Exercise:
Write out exactly the lines of the entries below from the one holding "follower moves the" to the one holding "func (c Cascade) charged()", inclusive, and leave out all other lines.

Listed records:
package cascade

import (
	"math"
	"testing"

	"kilovet/hv/quantity"
)

// follower moves the drive of a cascade in small steps and lets the diodes follow,
// for tests. Two columns share one smoothing column; a half-wave cascade has one.
// It starts at the no-load state and knows nothing of the closed forms.
type follower struct {
	c       Cascade
	columns []*ladder
}

func (c Cascade) follower() follower {
	f := follower{c: c, columns: []*ladder{c.charged()}}
	if c.Symmetrical {
		b := c.charged()
		b.smoothing = f.columns[0].smoothing
		f.columns = append(f.columns, b)
	}
	return f
}

// charged is the ladder without load.
func (c Cascade) charged() *ladder {
	l := c.discharged()
	for k := range l.coupling {
		l.coupling[k], l.smoothing[k] = float64(c.rung()), float64(c.rung())
	}
	l.coupling[0] /= 2
	return l
}

// at holds the first drive at a part of its peak, the second at the opposite.
func (f follower) at(part float64) {
	for i, l := range f.columns {
		e := quantity.Voltage(part) * f.c.Peak
		if i == 1 {
			e = -e
		}
		l.c.Peak = e // positive brings the drive to Peak, negative to −Peak
		l.positive()
		l.c.Peak = -e
		l.negative()
	}
}

// half is half a period: the drive goes from zero to a peak without load, then the
// load takes its charge, with the drive held there (square) or gone (sine).
func (f follower) half(sign float64, charge float64) (high, low quantity.Voltage) {
	const ramp, hold = 400, 200
	for i := range ramp {
		f.at(sign * math.Sin(math.Pi/2*float64(i+1)/ramp))
	}
	high = f.columns[0].output()
	steps := 1
	if f.c.Square {
		steps = hold
	}
	for range steps {
		for k := range f.columns[0].smoothing {
			f.columns[0].smoothing[k] -= charge / float64(steps) / float64(f.c.Smoothing[k])
		}
		if f.c.Square {
			f.at(sign)
		}
	}
	return high, f.columns[0].output()
}

// Closed forms against the followed cascade, all four kinds: every corner of the
// output wave-form. What is left is the size of the steps.
func TestClosedFormsAgainstFollowedDrive(t *testing.T) {
	unequal := Cascade{Coupling: []quantity.Capacitance{0.7, 1.9, 0.4}, Smoothing: []quantity.Capacitance{1.1, 0.5, 1.6}}
	for _, r := range []struct {
		name string
		c    Cascade
	}{
		{"half-wave, sine, unequal", unequal},
		{"half-wave, square, 1 stage", Cascade{Square: true}.WithEqual(1, 1)},
		{"half-wave, square, 3 stages", Cascade{Square: true}.WithEqual(3, 1)},
		{"symmetrical, sine, unequal", Cascade{Symmetrical: true, Coupling: unequal.Coupling, Smoothing: unequal.Smoothing}},
		{"symmetrical, sine, 4 stages", Cascade{Symmetrical: true}.WithEqual(4, 1)},
		{"symmetrical, square, 2 stages", Cascade{Symmetrical: true, Square: true}.WithEqual(2, 1)},
	} {
		t.Run(r.name, func(t *testing.T) {
			r.c.Peak, r.c.Frequency, r.c.ForwardDrop = 10, 1, 0.1
			const load = 0.1
			want, err := r.c.Loaded(load)
			if err != nil {
				t.Fatal(err)
			}
			f := r.c.follower()
			var got [4]quantity.Voltage
			for range 40 * r.c.Stages() * r.c.Stages() / 2 {
				got[0], got[1] = f.half(1, load/2)
				got[2], got[3] = f.half(-1, load/2)
			}
			a, b, c, d := want.Ripple.corners()
			for i, corner := range []quantity.Voltage{a, b, c, d} {
				drop := float64(want.NoLoad - want.Output.Maximum - corner)
				near(t, "drop at a corner", float64(want.NoLoad-got[i]), drop, 1e-3)
			}
		})
	}
}

// A sine and the load together, in steps: what the law overstates by real pulses.
// These are the figures of the package comment, and those at the limits that
// LargestSwing rests on.
func TestOverstatementByRealPulses(t *testing.T) {
	stiff := Cascade{Coupling: []quantity.Capacitance{10}, Smoothing: []quantity.Capacitance{1}}
	small := Cascade{Coupling: []quantity.Capacitance{1, 1, 1}, Smoothing: []quantity.Capacitance{1, 0.2, 1}}
	equal, twins := Cascade{}, Cascade{Symmetrical: true}
	for _, r := range []struct {
		name         string
		c            Cascade
		swing        float64 // (I/f) (1/P + 1/S)/2 over the peak
		drop, ripple float64
	}{
		{"1 stage", equal.WithEqual(1, 1), 0.01, 0.014, 0.033},
		{"1 stage", equal.WithEqual(1, 1), 0.1, 0.046, 0.111},
		{"1 stage", equal.WithEqual(1, 1), 0.3, 0.083, 0.213},
		{"2 stages", equal.WithEqual(2, 1), 0.3, 0.074, 0.304},
		{"4 stages", equal.WithEqual(4, 1), 0.1, 0.034, 0.195},
		{"large coupling capacitor", stiff, 0.3, 0.229, 0.211},
		{"small smoothing capacitor", small, 0.3, 0.085, 0.240},
		{"symmetrical, 1 stage", twins.WithEqual(1, 1), 0.3, 0.118, 0.312},
		{"symmetrical, 3 stages", twins.WithEqual(3, 1), 0.1, 0.047, 0.421},
		{"symmetrical, 3 stages at the limit", twins.WithEqual(3, 1), 0.0577, 0.035, 0.293},
	} {
		t.Run(r.name, func(t *testing.T) {
			r.c.Peak, r.c.Frequency = 1, 1
			load := quantity.Current(r.swing) / quantity.Current(r.c.swing(1))
			mean, ripple := r.c.follower().sine(load)
			s := r.c.climb(load)
			near(t, "drop", float64(s.Drop()/(s.NoLoad-mean)), 1+r.drop, 0.003)
			near(t, "ripple", float64(s.Ripple.PeakToPeak()/ripple), 1+r.ripple, 0.012)
		})
	}
}

// sine follows the drive to the steady state and gives mean and ripple of the last period.
func (f follower) sine(load quantity.Current) (mean, ripple quantity.Voltage) {
	const steps = 600
	n := f.c.Stages()
	for range 20*n*n + 12 {
		mean = 0
		low, high := quantity.Voltage(math.Inf(1)), quantity.Voltage(math.Inf(-1))
		for i := range steps {
			for k := range f.columns[0].smoothing {
				f.columns[0].smoothing[k] -= float64(load) / steps / float64(f.c.Smoothing[k])
			}
			f.at(math.Cos(2 * math.Pi * float64(i) / steps))
			v := f.columns[0].output()
			mean += v / steps
			low, high = min(low, v), max(high, v)
		}
		ripple = high - low
	}
	return mean, ripple
}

Final answer:
// follower moves the drive of a cascade in small steps and lets the diodes follow,
// for tests. Two columns share one smoothing column; a half-wave cascade has one.
// It starts at the no-load state and knows nothing of the closed forms.
type follower struct {
	c       Cascade
	columns []*ladder
}

func (c Cascade) follower() follower {
	f := follower{c: c, columns: []*ladder{c.charged()}}
	if c.Symmetrical {
		b := c.charged()
		b.smoothing = f.columns[0].smoothing
		f.columns = append(f.columns, b)
	}
	return f
}

// charged is the ladder without load.
func (c Cascade) charged() *ladder {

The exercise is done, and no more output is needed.